A la tribune, Yves Brun, ancien commissaire aux comptes confirme. "Le budget de la région est aujourd’hui de 1,7 milliards d’euros. Avec une telle somme, le pouvoir de décision de la région est très limité. Si la Bretagne touchait les recettes fiscales de ses quatre départements, on monterait à 25 milliards, à 32 milliards même si on envisage la Bretagne à cinq. Là, on pourrait vraiment décider des politiques à mener."
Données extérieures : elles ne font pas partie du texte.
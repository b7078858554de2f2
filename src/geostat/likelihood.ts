import { RainprintError } from '../errors.js';
import {
  borrowWorkspace,
  correlationMatrix,
  innerProduct,
  multiplySymmetric,
  solveLowerInPlace,
  solveLowerTransposedInPlace,
  withInverse,
} from '../kernels/index.js';
import type { CorrelationFunction } from './covariance/family.js';
import type { FieldGeometry } from './field-data.js';
import { Projection } from './projection.js';
import { WhitenedTrend } from './whitened-trend.js';

/** Covariance parameters of one field: η has covariance sill·ρ(h/rangeKm), ε has variance nugget. */
export interface FieldParameters {
  readonly rangeKm: number;
  readonly sill: number;
  readonly nugget: number;
}

/** Restricted likelihood for parameters, maximum likelihood for choosing a trend (they differ across trends). */
export type Criterion = 'restricted' | 'maximum';

const LN_2PI = Math.log(2 * Math.PI);

/**
 * Gaussian log-likelihood of z = Fβ + η + ε + e with known error variances, its exact gradient and its average
 * information matrix in (ln rangeKm, sill, nugget).
 *
 * V = sill·R + nugget·I + diag(errorVariance), Q = V⁻¹ − V⁻¹F(FᵀV⁻¹F)⁻¹FᵀV⁻¹,
 * ℓ_REML = −½[(n−p)ln 2π − ln|FᵀF| + ln|V| + ln|FᵀV⁻¹F| + zᵀQz] (Patterson & Thompson 1971, Biometrika 58:545–554;
 * Harville 1974, Biometrika 61:383–385), ℓ_ML = −½[n ln 2π + ln|V| + zᵀQz]. Information: Gilmour, Thompson &
 * Cullis 1995, Biometrics 51:1440–1450. One evaluation costs n³/3 operations, its gradient 2n³/3 more.
 *
 * Holds its scratch memory; one instance serves many evaluations on one set of places, in one thread.
 */
export class FieldLikelihood {
  readonly #geometry: FieldGeometry;
  readonly #family: CorrelationFunction;
  readonly #errorVariance: Float64Array;
  readonly #criterion: Criterion;

  readonly #factor: Float64Array;
  readonly #slope: Float64Array;
  readonly #correlation: Float64Array;
  readonly #whitenedData: Float64Array;
  readonly #qz: Float64Array;
  #trend: WhitenedTrend | null = null;
  #parameters: FieldParameters = { rangeKm: 1, sill: 1, nugget: 0 };
  #correlationRangeKm = Number.NaN;
  #logLikelihood = Number.NEGATIVE_INFINITY;
  #quadratic = 0;

  constructor(
    geometry: FieldGeometry,
    family: CorrelationFunction,
    errorVariance: Float64Array,
    criterion: Criterion = 'restricted',
  ) {
    const { n } = geometry;
    this.#geometry = geometry;
    this.#family = family;
    this.#errorVariance = errorVariance;
    this.#criterion = criterion;
    this.#factor = new Float64Array(n * n);
    this.#slope = new Float64Array(n * n);
    this.#correlation = new Float64Array(n * n);
    this.#whitenedData = new Float64Array(n);
    this.#qz = new Float64Array(n);
  }

  /**
   * Log-likelihood at the parameters; −∞ where V is not positive definite in double precision (a very long range
   * without nugget), so that an optimiser steps back.
   */
  evaluate(z: Float64Array, parameters: FieldParameters): number {
    const { n, p, trend, logDetFtF } = this.#geometry;
    this.#parameters = parameters;
    this.#fillCorrelation(parameters.rangeKm);
    try {
      this.#factorise(parameters);
    } catch (error) {
      if (error instanceof RainprintError && error.code === 'MATRIX_NOT_POSITIVE_DEFINITE') {
        this.#logLikelihood = Number.NEGATIVE_INFINITY;
        return this.#logLikelihood;
      }
      throw error;
    }
    const factor = this.#factor;
    const y = this.#whitenedData;
    y.set(z);
    solveLowerInPlace(factor, n, y);
    // The whitened residual y − Wβ̂ gives zᵀQz and, solved back, Qz.
    const whitened = new WhitenedTrend(factor, n, trend, p);
    this.#trend = whitened;
    whitened.addTo(y, whitened.coefficientsOf(y), -1);
    const quadratic = innerProduct(y, y);
    this.#qz.set(y);
    solveLowerTransposedInPlace(factor, n, this.#qz);

    let logDetV = 0;
    for (let i = 0; i < n; i++) logDetV += 2 * Math.log(factor[i * n + i]);
    this.#quadratic = quadratic;
    if (this.#criterion === 'maximum') {
      this.#logLikelihood = -0.5 * (n * LN_2PI + logDetV + quadratic);
    } else {
      const logDetG = whitened.logDeterminant;
      this.#logLikelihood = -0.5 * ((n - p) * LN_2PI - logDetFtF + logDetV + logDetG + quadratic);
    }
    return this.#logLikelihood;
  }

  /**
   * Log-likelihood at the last evaluation's V times `factor`, from its determinants and quadratic form alone; what else
   * is asked stays that of the last evaluation.
   */
  rescaled(factor: number): number {
    const { n, p } = this.#geometry;
    const degrees = this.#criterion === 'maximum' ? n : n - p;
    return this.#logLikelihood - 0.5 * (degrees * Math.log(factor) + this.#quadratic * (1 / factor - 1));
  }

  /** Qz at the last evaluation: weights of the data in every prediction. */
  get weights(): Float64Array {
    return this.#qz;
  }

  /** aᵀQz at the last evaluation: the cross term of the turn's gradient. */
  crossWithWeights(a: Float64Array): number {
    return innerProduct(a, this.#qz);
  }

  /**
   * Gradient (3) and average information (3 × 3) in (ln rangeKm, sill, nugget) at the last evaluation, which must
   * have been finite.
   */
  derivatives(gradient: Float64Array, information: Float64Array): void {
    const { n } = this.#geometry;
    const qz = this.#qz;
    const sill = this.#parameters.sill;

    // dV·Qz for the three parameters, and tr(V⁻¹dV) − tr(dV·BBᵀ) with B = V⁻¹F chol(G)⁻ᵀ under REML.
    const moved = [new Float64Array(n), new Float64Array(n), new Float64Array(n)] as const;
    this.#fillSlope();
    multiplySymmetric(this.#slope, n, qz, moved[0]);
    for (let i = 0; i < n; i++) moved[0][i] *= sill;
    multiplySymmetric(this.#correlation, n, qz, moved[1]);
    moved[2].set(qz);
    this.#withQ((q) => {
      const traces = this.#traces(q);
      for (let k = 0; k < 3; k++) gradient[k] = -0.5 * (traces[k] - innerProduct(qz, moved[k]));
      const projected = new Float64Array(n);
      for (let k = 0; k < 3; k++) {
        q.applyTo(moved[k], projected);
        for (let m = 0; m <= k; m++) {
          const value = 0.5 * innerProduct(moved[m], projected);
          information[k * 3 + m] = value;
          information[m * 3 + k] = value;
        }
      }
    });
  }

  /** Diagonal of Q (n) at the last evaluation, for closed-form leave-one-out. */
  diagonalOfQ(out: Float64Array): void {
    this.#withQ((q) => q.diagonal(out));
  }

  /** Q as a full n × n matrix at the last evaluation (group-wise leave-out). */
  fullQ(): Float64Array {
    let matrix: Float64Array = new Float64Array(0);
    this.#withQ((q) => {
      matrix = q.matrix();
    });
    return matrix;
  }

  #fillCorrelation(rangeKm: number): void {
    if (rangeKm === this.#correlationRangeKm) return;
    const { n, distancesKm } = this.#geometry;
    correlationMatrix(this.#family.kind, 'correlation', rangeKm, distancesKm, n, this.#correlation);
    this.#correlationRangeKm = rangeKm;
  }

  /** ∂R/∂(ln range), lower triangle, zero diagonal. */
  #fillSlope(): void {
    const { n, distancesKm } = this.#geometry;
    correlationMatrix(this.#family.kind, 'slope', this.#parameters.rangeKm, distancesKm, n, this.#slope);
  }

  #factorise({ sill, nugget }: FieldParameters): void {
    const { n } = this.#geometry;
    const { matrix, cholesky } = borrowWorkspace(null, n, 0);
    const correlation = this.#correlation;
    for (let i = 0; i < n; i++) {
      const row = i * n;
      for (let j = 0; j < i; j++) matrix[row + j] = sill * correlation[row + j];
      matrix[row + i] = sill + nugget + this.#errorVariance[i];
    }
    cholesky();
    this.#factor.set(matrix);
  }

  /** Q at the last evaluation, lent: under ML too, where it still stands in the quadratic form. */
  #withQ(use: (q: Projection) => void): void {
    const { n, p } = this.#geometry;
    const b = this.#trend!.projectionColumns(this.#factor);
    withInverse(this.#factor, n, (inverse) => use(new Projection(inverse, n, b, p)));
  }

  /** tr(M·dV_k) for the three parameters, M = Q under REML and V⁻¹ under ML. */
  #traces(q: Projection): [number, number, number] {
    const sums = q.lowerTraces(this.#slope, this.#correlation, this.#criterion === 'restricted');
    const { sill } = this.#parameters;
    return [2 * sill * sums.slope, 2 * sums.correlation + sums.identity, sums.identity];
  }
}
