import {
  choleskyInPlace,
  crossProduct,
  solveLowerInPlace,
  solveLowerManyInPlace,
  solveLowerTransposedInPlace,
} from '../kernels/index.js';

/** Generalised least squares of a trend F (n × p) under V = LLᵀ: W = L⁻¹F and the Cholesky factor of G = WᵀW = FᵀV⁻¹F. */
export class WhitenedTrend {
  /** W: n × p, row-major; not to be written. */
  readonly whitened: Float64Array;
  /** Cholesky factor of G: p × p, row-major, lower triangle; not to be written. */
  readonly factor: Float64Array;
  readonly #n: number;
  readonly #p: number;

  /**
   * @param lower        L, n × n row-major; @param trend F
   * @param givenFactor  the factor of G where it comes from a larger network
   * @throws MATRIX_NOT_POSITIVE_DEFINITE
   */
  constructor(
    lower: Float64Array,
    n: number,
    trend: Float64Array,
    p: number,
    givenFactor: Float64Array | null = null,
  ) {
    this.#n = n;
    this.#p = p;
    this.whitened = Float64Array.from(trend);
    solveLowerManyInPlace(lower, n, this.whitened, p);
    this.factor = givenFactor ?? new Float64Array(p * p);
    if (givenFactor !== null) return;
    crossProduct(this.whitened, p, this.whitened, p, n, this.factor);
    choleskyInPlace(this.factor, p);
  }

  /** ln|G|. */
  get logDeterminant(): number {
    const p = this.#p;
    let sum = 0;
    for (let c = 0; c < p; c++) sum += 2 * Math.log(this.factor[c * p + c]);
    return sum;
  }

  /** β̂ = G⁻¹Wᵀy (p) of whitened values y = L⁻¹z. */
  coefficientsOf(y: Float64Array): Float64Array {
    const beta = new Float64Array(this.#p);
    crossProduct(this.whitened, this.#p, y, 1, this.#n, beta);
    solveLowerInPlace(this.factor, this.#p, beta);
    solveLowerTransposedInPlace(this.factor, this.#p, beta);
    return beta;
  }

  /** Adds factor · Wβ to y (n). */
  addTo(y: Float64Array, beta: Float64Array, factor: 1 | -1): void {
    const p = this.#p;
    const w = this.whitened;
    for (let i = 0; i < this.#n; i++) for (let c = 0; c < p; c++) y[i] += factor * w[i * p + c] * beta[c];
  }

  /** Covariance G⁻¹ of β̂, p × p row-major. */
  coefficientCovariance(): Float64Array {
    const p = this.#p;
    const out = new Float64Array(p * p);
    for (let c = 0; c < p; c++) {
      const unit = new Float64Array(p);
      unit[c] = 1;
      solveLowerInPlace(this.factor, p, unit);
      solveLowerTransposedInPlace(this.factor, p, unit);
      for (let r = 0; r < p; r++) out[r * p + c] = unit[r];
    }
    return out;
  }

  /**
   * R = f − Wᵀ(L⁻¹c) of each place, whitened by the trend's factor, so that its part of the variance is a sum of squares.
   * @param c    L⁻¹c of every place, n × count row-major
   * @param trendRows  f of the places from row `firstRow`; @param out count × p, written
   */
  reduce(c: Float64Array, count: number, trendRows: Float64Array, firstRow: number, out: Float64Array): void {
    const n = this.#n;
    const p = this.#p;
    const w = this.whitened;
    const g = this.factor;
    for (let j = 0; j < count; j++) {
      for (let a = 0; a < p; a++) out[j * p + a] = trendRows[(firstRow + j) * p + a];
    }
    for (let i = 0; i < n; i++) {
      for (let j = 0; j < count; j++) {
        const value = c[i * count + j];
        for (let a = 0; a < p; a++) out[j * p + a] -= w[i * p + a] * value;
      }
    }
    for (let j = 0; j < count; j++) {
      for (let a = 0; a < p; a++) {
        let value = out[j * p + a];
        for (let b = 0; b < a; b++) value -= g[a * p + b] * out[j * p + b];
        out[j * p + a] = value / g[a * p + a];
      }
    }
  }

  /** B = V⁻¹F chol(G)⁻ᵀ (n × p), so that Q = V⁻¹ − BBᵀ. @param lower  L */
  projectionColumns(lower: Float64Array): Float64Array {
    const n = this.#n;
    const p = this.#p;
    const b = new Float64Array(n * p);
    const column = new Float64Array(n);
    const g = this.factor;
    const w = this.whitened;
    for (let c = 0; c < p; c++) {
      // Column c of W·chol(G)⁻ᵀ by forward substitution over the columns, then back through Lᵀ.
      for (let i = 0; i < n; i++) {
        let value = w[i * p + c];
        for (let m = 0; m < c; m++) value -= g[c * p + m] * b[i * p + m];
        b[i * p + c] = value / g[c * p + c];
      }
    }
    for (let c = 0; c < p; c++) {
      for (let i = 0; i < n; i++) column[i] = b[i * p + c];
      solveLowerTransposedInPlace(lower, n, column);
      for (let i = 0; i < n; i++) b[i * p + c] = column[i];
    }
    return b;
  }
}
Le maire de Carhaix, Christian Troadec, organisateur du colloque en est convaincu. "La Bretagne a besoin de gagner petit à petit des compétences."

"L’environnement en Bretagne, c’est nous qui y vivons, donc c’est à nous de décider. L’eau, c’est nous qui la buvons, donc si elle est dégueulasse, c’est de notre faute et c’est à nous de mettre en place des politiques qui conviennent", plaide à son tour Yvon Ollivier, juriste et auteur.  

"Si nous étions autonomes, nous serions plus réactifs par rapport aux problèmes que nous rencontrons", insiste Paul Molac, député du Morbihan. Il cite, lui aussi, l’exemple du logement. "Si nous étions autonomes, cela fait longtemps que nous aurions créé un fond pour pouvoir agir. Mais là, pour avoir le droit de construire sur des terrains à bâtir et pas seulement sur des friches, il va nous falloir passer par une loi à Paris, il va donc falloir que le gouvernement soit d’accord, puis qu’elle soit votée. Cela va prendre des mois et à la fin, on ne sait même pas si on aura un outil qui sera adapté !"

Un choix politique

Dans la salle, l’ancien Président de l'Assemblée de Corse, Jean-Guy Talamoni, est venu apporter son expérience. "Pour avoir une Bretagne autonome, il faut une volonté politique, c’est aux Bretons de le dire."

Comme pour rassurer ceux que la présence de l’indépendantiste corse peut tracasser, Alan Le Cloarec, membre fondateur de Douar ha Frankiz se charge de préciser. "Une région autonome, ce n’est pas une région indépendante, ce n’est pas la même chose. L’indépendance, c’est une souveraineté totale, c’est devenir un Etat comme tous les autres. L’autonomie, c’est obtenir que les compétences qui ont trait à la vie quotidienne des Bretonnes et des Bretons soient gérées par la région. Les fonctions régaliennes, la justice, la défense, la diplomatie restent dans les missions de l’Etat comme cela se fait en Allemagne, en Espagne, au Royaume Uni…"

En 2023, une réforme constitutionnelle doit avoir lieu. Elle posera la question du statut spécifique notamment sur la Nouvelle Calédonie, "la Corse va faire pression pour être présente dans le débat, prévient Alan le Cloarec, la Bretagne aussi !"

Pour se faire, les participants du colloque ont créé un mouvement "Pour une Bretagne autonome" et réfléchissent à de futures rencontres.